§ **Problem requirements**:
Please retype the records below exactly, from the first line down to and including the line with "caseDiff, diffRevisions, type".

Saved entries:

---------------

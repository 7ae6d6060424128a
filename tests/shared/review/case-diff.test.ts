/** The study cases part of the revision diff, in words. */
import { describe, expect, it } from 'vitest';
import { caseDiff, diffRevisions, type ResultsSummary } from '../../../shared/review/index.ts';

const circuit = (cases?: unknown[]) => ({ format: 'wyeward-circuit', version: 1, frequencyHz: 60, elements: [], ...(cases ? { cases } : {}) });
const texts = (a: unknown, b: unknown) => caseDiff(a, b).map((l) => l.text);

describe('case diff', () => {
  it('a new case and each of its changes, in words', () => {
    const lost = { id: 'lost-n', name: 'Neutral lost', changes: [{ element: 'DROP', set: { open: ['n'] } }, { element: 'KITCHEN', set: { each: { kw: 3 } } }, { add: { type: 'fault', id: 'F1', bus: 'HOUSE', kind: 'lineEarth' } }, { remove: 'ROD' }] };
    expect(texts(circuit(), circuit([lost]))).toEqual([
      'case "Neutral lost" added (4 changes)',
      'case "Neutral lost": DROP open n added',
      'case "Neutral lost": adds F1 (fault) added',
      'case "Neutral lost": removes ROD added',
      'case "Neutral lost": KITCHEN each.kw 3 added',
      'case "Neutral lost": new F1 bus HOUSE added',
      'case "Neutral lost": new F1 kind lineEarth added',
    ]);
  });

  it('a change added to an existing case, a value changed, a change dropped, a rename, a removed case', () => {
    const before = [
      { id: 'lost-n', name: 'Neutral lost', changes: [{ element: 'KITCHEN', set: { each: { kw: 3 } } }, { remove: 'ROD' }] },
      { id: 'peak', changes: [] },
    ];
    const after = [{ id: 'lost-n', name: 'Neutral lost at the drop', changes: [{ element: 'DROP', set: { open: ['n'] } }, { element: 'KITCHEN', set: { each: { kw: 4 } } }] }];
    expect(texts(circuit(before), circuit(after))).toEqual([
      'case "Neutral lost" renamed "Neutral lost at the drop"',
      'case "Neutral lost at the drop": DROP open n added',
      'case "Neutral lost at the drop": removes ROD removed',
      'case "Neutral lost at the drop": KITCHEN each.kw 3 → 4',
      'case "peak" removed',
    ]);
    expect(texts(circuit(after), circuit(after))).toEqual([]);
  });

  it('the revision diff carries the cases apart from the other circuit changes', () => {
    const ok: ResultsSummary = { ok: true, buses: [], neutralCurrents: [], flags: [] };
    const d = diffRevisions(
      { number: 1, content: { circuit: circuit() }, summary: ok },
      { number: 2, content: { circuit: circuit([{ id: 'lost-n', name: 'Neutral lost', changes: [{ element: 'DROP', set: { open: ['n'] } }] }]) }, summary: ok },
    );
    expect(d.circuit).toEqual([]);
    expect(d.cases.map((c) => c.text)).toEqual(['case "Neutral lost" added (1 change)', 'case "Neutral lost": DROP open n added']);
  });
});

---------------

§ **Solution**:
repository 7ae6d6060424128a
filename tests/shared/review/case-diff.test.ts
/** The study cases part of the revision diff, in words. */
import { describe, expect, it } from 'vitest';
import { caseDiff, diffRevisions, type ResultsSummary } from '../../../shared/review/index.ts';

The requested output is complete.